◆ To do ◆
Find all the lines in the material below with the word "timed", and copy them.

◆ Recorded data ◆
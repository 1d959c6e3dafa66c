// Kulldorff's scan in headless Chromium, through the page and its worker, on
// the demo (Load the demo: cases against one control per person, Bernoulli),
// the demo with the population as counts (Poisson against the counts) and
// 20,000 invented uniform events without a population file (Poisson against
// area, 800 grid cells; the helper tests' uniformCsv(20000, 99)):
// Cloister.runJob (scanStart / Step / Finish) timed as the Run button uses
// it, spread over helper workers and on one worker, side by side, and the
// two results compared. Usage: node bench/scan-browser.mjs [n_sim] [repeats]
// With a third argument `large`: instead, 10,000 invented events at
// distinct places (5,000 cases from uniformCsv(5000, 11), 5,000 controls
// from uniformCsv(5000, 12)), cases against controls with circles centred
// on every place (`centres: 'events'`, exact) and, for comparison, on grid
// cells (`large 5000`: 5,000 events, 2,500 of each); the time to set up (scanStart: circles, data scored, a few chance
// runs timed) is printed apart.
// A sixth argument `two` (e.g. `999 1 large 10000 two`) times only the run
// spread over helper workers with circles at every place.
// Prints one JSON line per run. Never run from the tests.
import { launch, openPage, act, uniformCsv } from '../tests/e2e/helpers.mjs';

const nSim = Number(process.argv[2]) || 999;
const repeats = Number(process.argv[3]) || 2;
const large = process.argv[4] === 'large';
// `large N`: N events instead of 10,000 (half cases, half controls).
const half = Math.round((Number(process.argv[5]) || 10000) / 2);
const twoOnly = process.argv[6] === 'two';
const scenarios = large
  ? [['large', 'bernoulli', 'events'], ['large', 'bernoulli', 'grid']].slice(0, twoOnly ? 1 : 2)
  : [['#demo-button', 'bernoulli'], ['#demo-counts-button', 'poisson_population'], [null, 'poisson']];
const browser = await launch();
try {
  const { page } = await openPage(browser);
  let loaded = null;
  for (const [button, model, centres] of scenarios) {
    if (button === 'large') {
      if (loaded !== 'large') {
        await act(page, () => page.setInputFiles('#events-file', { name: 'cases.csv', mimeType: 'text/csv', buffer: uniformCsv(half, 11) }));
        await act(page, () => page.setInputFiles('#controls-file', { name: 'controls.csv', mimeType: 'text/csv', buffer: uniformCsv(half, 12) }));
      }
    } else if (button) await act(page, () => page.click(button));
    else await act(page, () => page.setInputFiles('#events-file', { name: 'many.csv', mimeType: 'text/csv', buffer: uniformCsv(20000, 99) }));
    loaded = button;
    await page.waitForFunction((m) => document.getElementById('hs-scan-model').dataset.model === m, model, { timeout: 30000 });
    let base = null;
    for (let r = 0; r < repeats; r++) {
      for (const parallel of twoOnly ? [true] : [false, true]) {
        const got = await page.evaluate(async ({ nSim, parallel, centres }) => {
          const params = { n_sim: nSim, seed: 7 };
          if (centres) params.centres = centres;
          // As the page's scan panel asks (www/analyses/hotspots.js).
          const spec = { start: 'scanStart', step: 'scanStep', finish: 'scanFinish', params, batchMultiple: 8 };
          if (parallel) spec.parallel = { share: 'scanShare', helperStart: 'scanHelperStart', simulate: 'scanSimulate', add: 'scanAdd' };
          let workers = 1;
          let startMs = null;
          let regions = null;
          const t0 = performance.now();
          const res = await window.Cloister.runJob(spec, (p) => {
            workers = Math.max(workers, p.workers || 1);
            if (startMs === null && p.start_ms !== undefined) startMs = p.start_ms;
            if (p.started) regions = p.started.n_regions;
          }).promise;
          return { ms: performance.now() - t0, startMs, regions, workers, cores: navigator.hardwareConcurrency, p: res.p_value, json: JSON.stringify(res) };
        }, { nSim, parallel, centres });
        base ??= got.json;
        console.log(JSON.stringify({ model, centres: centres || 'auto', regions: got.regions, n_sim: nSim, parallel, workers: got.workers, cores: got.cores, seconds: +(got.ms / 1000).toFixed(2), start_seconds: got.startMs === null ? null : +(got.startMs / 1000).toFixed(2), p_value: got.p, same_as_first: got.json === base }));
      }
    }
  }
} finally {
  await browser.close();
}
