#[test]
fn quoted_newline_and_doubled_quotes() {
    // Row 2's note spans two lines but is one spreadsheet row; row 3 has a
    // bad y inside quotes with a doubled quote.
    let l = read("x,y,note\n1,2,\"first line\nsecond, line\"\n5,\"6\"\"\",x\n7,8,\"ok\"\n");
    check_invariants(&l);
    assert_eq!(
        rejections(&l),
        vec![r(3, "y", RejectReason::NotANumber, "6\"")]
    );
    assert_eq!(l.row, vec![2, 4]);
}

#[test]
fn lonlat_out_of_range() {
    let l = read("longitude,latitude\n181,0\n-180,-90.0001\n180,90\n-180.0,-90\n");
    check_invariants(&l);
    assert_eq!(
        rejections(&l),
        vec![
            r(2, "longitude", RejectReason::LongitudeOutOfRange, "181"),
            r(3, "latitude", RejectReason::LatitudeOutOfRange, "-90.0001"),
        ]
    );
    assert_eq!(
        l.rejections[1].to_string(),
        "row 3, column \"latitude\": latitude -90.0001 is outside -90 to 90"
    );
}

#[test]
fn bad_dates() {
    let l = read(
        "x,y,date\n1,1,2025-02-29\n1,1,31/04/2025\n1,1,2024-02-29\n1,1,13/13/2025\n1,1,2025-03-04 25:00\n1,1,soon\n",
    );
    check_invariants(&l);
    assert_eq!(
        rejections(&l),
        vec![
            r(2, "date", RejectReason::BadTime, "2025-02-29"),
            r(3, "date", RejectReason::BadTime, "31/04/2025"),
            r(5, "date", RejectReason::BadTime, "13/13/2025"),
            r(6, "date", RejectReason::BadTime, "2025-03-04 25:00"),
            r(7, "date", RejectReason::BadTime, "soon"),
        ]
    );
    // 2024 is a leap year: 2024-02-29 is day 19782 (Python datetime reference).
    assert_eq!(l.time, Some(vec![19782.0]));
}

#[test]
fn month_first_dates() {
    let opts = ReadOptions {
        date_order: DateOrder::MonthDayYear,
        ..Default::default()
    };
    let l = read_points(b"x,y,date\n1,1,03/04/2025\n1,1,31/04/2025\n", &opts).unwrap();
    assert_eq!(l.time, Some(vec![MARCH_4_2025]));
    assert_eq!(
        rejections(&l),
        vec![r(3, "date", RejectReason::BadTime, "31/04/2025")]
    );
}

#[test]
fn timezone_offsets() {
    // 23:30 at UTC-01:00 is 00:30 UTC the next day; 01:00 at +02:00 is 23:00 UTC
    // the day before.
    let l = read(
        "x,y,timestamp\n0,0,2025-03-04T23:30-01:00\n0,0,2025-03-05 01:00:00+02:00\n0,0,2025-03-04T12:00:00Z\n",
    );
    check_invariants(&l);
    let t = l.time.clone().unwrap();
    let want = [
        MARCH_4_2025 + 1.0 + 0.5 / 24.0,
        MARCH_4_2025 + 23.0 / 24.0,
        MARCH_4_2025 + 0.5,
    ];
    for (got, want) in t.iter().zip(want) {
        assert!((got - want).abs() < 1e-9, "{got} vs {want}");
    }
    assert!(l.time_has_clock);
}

◆ Answer below ◆
// Cloister.runJob (scanStart / Step / Finish) timed as the Run button uses
// runs timed) is printed apart.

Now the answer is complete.